More than 100 Jordanian start-ups have been fuelled by Oasis500, a leading early-stage and seed investment company, the first of its kind in the Middle East and north Africa (MENA) region. “Our programme at Oasis500 includes entrepreneurship training, mentorship guidance, business incubation and acceleration, and additional follow-on investment and funding if required, turning new business ideas into start-ups and helping existing entrepreneurs grow their companies with our angel investor and mentor networks,” says Yousef Hamidaddin, CEO of Oasis500. “Not only have we boosted Jordan’s tech entrepreneurship, we have also generated an excellent rate of return for our investors.”

The creation of Oasis500 was also an initiative of King Abdullah to help improve the tech start-up ecosystem in Jordan and the MENA region. Some 20% of its investments have been in start-ups coming from other MENA countries.
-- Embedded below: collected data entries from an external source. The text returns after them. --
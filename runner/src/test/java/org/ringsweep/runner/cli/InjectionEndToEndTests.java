package org.ringsweep.runner.cli;

import static org.junit.jupiter.api.Assertions.assertEquals;
import static org.junit.jupiter.api.Assertions.assertFalse;
import static org.junit.jupiter.api.Assertions.assertTrue;

import java.io.IOException;
import java.nio.file.Files;
import java.nio.file.Path;
import java.util.List;
import java.util.stream.Stream;
import org.junit.jupiter.api.Test;
import org.junit.jupiter.api.io.TempDir;
import org.ringsweep.runner.testing.Ngspice;

/**
 * A net file whose names try to smuggle simulator commands into the deck (ngspice.md §8: shell,
 * .include, .control, output redirection, comments, continuation lines, ../ paths) is simulated
 * end to end: the deck holds none of it as a command, and nothing is written outside --out.
 */
class InjectionEndToEndTests {
    @TempDir
    Path work;

    @Test
    void craftedNamesRunNothingAndWriteNothingOutsideTheOutputFolder() throws IOException {
        Ngspice.require();
        Path sentinel = work.resolve("pwned");
        Path out = work.resolve("out");
        String evil = "\"X\\n.control\\nshell touch " + sentinel + "\\nquit\\n.endc\\n* ; $ `touch " + sentinel + "` ../../escape\"";
        String net = "format: ringsweep/net-1\n"
                + "net: " + evil + "\n"
                + "rails: { VCC: 3.3 }\n"
                + "drivers:\n  - { pin: \"U1.1\\n.include /etc/passwd\", model: ramp, v_high: VCC, rise: 1ns, r_out: 20 }\n"
                + "receivers:\n  - { pin: \"../../U2;1 shell rm\", model: cmos, c_in: 2pF, vih: 2.0, vil: 0.8 }\n"
                + "segments:\n  - { id: \"TL1\\n+ .control\", from: \"U1.1\\n.include /etc/passwd\", to: \"J*1 > " + sentinel + "\", z0: 50, delay: 1ns }\n"
                + "  - { from: \"J*1 > " + sentinel + "\", to: \"../../U2;1 shell rm\", z0: 50, delay: 0.5ns }\n"
                + "corners:\n  \"../../slow\\nshell id\": { \"U1.1\\n.include /etc/passwd/rise\": 2ns }\n";
        Path netFile = work.resolve("evil.yaml");
        Files.writeString(netFile, net);
        CliRun run = CliRun.of("check", "--corners", "--out", out.toString(), netFile.toString());
        assertTrue(run.exitCode() == 0 || run.exitCode() == 1, () -> run.exitCode() + "\n" + run.err() + run.out());
        assertFalse(Files.exists(sentinel), "a shell command from user text ran");
        List<Path> written;
        try (Stream<Path> s = Files.walk(work)) {
            written = s.filter(Files::isRegularFile).toList();
        }
        for (Path p : written) {
            assertTrue(p.equals(netFile) || p.startsWith(out), "written outside --out: " + p);
        }
        List<Path> decks = written.stream().filter(p -> p.toString().endsWith(".cir")).toList();
        assertEquals(2, decks.size(), written.toString());
        for (Path deck : decks) {
            String text = Files.readString(deck);
            assertFalse(text.contains("shell"), text);
            assertFalse(text.toLowerCase(java.util.Locale.ROOT).contains(".include"), text);
            assertFalse(text.contains("/etc/passwd"), text);
            assertEquals(1, text.split("\n\\.control", -1).length - 1, "exactly our one .control block:\n" + text);
            for (String line : text.split("\n")) {
                assertFalse(line.startsWith("+"), "no continuation line from user text: " + line);
                assertFalse(line.contains(">"), "no redirection: " + line);
            }
        }
    }
}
Today, the executive chairman of Oasis500 is Usama M Fayyad, who is also chief data officer and group managing director at Barclays.

Multinational potential

A number of leading multinational tech companies, such as Cisco, Microsoft and Oracle, have established operations in Jordan. “Cisco was quick to see the great potential of Jordan’s ICT sector and developed a strategic partnership with the country,” says Bashar Al Emam, territory business manager for Jordan and Palestine at Cisco Systems.

“We are also committed to fostering Jordan’s development, notably through Cisco networking academies, which have trained more than 12,000 Jordanians since 1999, of whom 35% are females.”

“Insight Business Solutions, a leading Jordanian business technology company, works in close partnership with Microsoft in the MENA region,” says Mr Mitri Muna, Insight’s CEO.

Despite the impressive progress made, Jordan’s ICT sector has been slowing down over the past couple of years. Competition from regional and international companies has been increasing, and Jordan has suffered from brain drain. The Arab Spring and the conflict in Syria have also affected Jordan’s economy. And, as Mr Kawar says, Jordan has also been stagnating or slipping backwards in international league tables, such as the World Economic Forum’s Global Competitiveness Report, the Networked Readiness Index, as well as the World Bank’s Doing Business Survey.

ICT roadmap

This is why King Abdullah initiated the launch of a new 'reach' initiative that will provide a roadmap to make Jordan a regional ICT hub by the year 2025. 'Reach 2025' will focus on further developing human capital, improving the regulatory environment and strengthening the capacity of companies to export.

“We are confident that the new reach initiative will come up with proposals that will enable Jordan’s tech sector to regain momentum and to achieve its potential,” says Mr Kawar, who is again its chief architect. Mr Juma emphasises that the “development of the tech sector is essential to helping create enough jobs for the large number of Jordanian youth entering the labour market in the coming years”.

Jordan’s ICT sector also stands to benefit from enhanced co-operation with India, building on the existing business of Jordanian ICT companies and users with their Indian counterparts. For example, on the occasion of a state visit in October 2015 by Indian president Shri Pranab Mukherjee, a memorandum of understanding was signed between the Indian and Jordanian governments on co-operation in the field of IT and electronics.

“As a global hub and leader in the ICT sector, India intends to work with Jordan to harness the two countries’ respective comparative advantages, especially in other Middle Eastern markets,” says Anil Trigunayat, India’s ambassador to Jordan.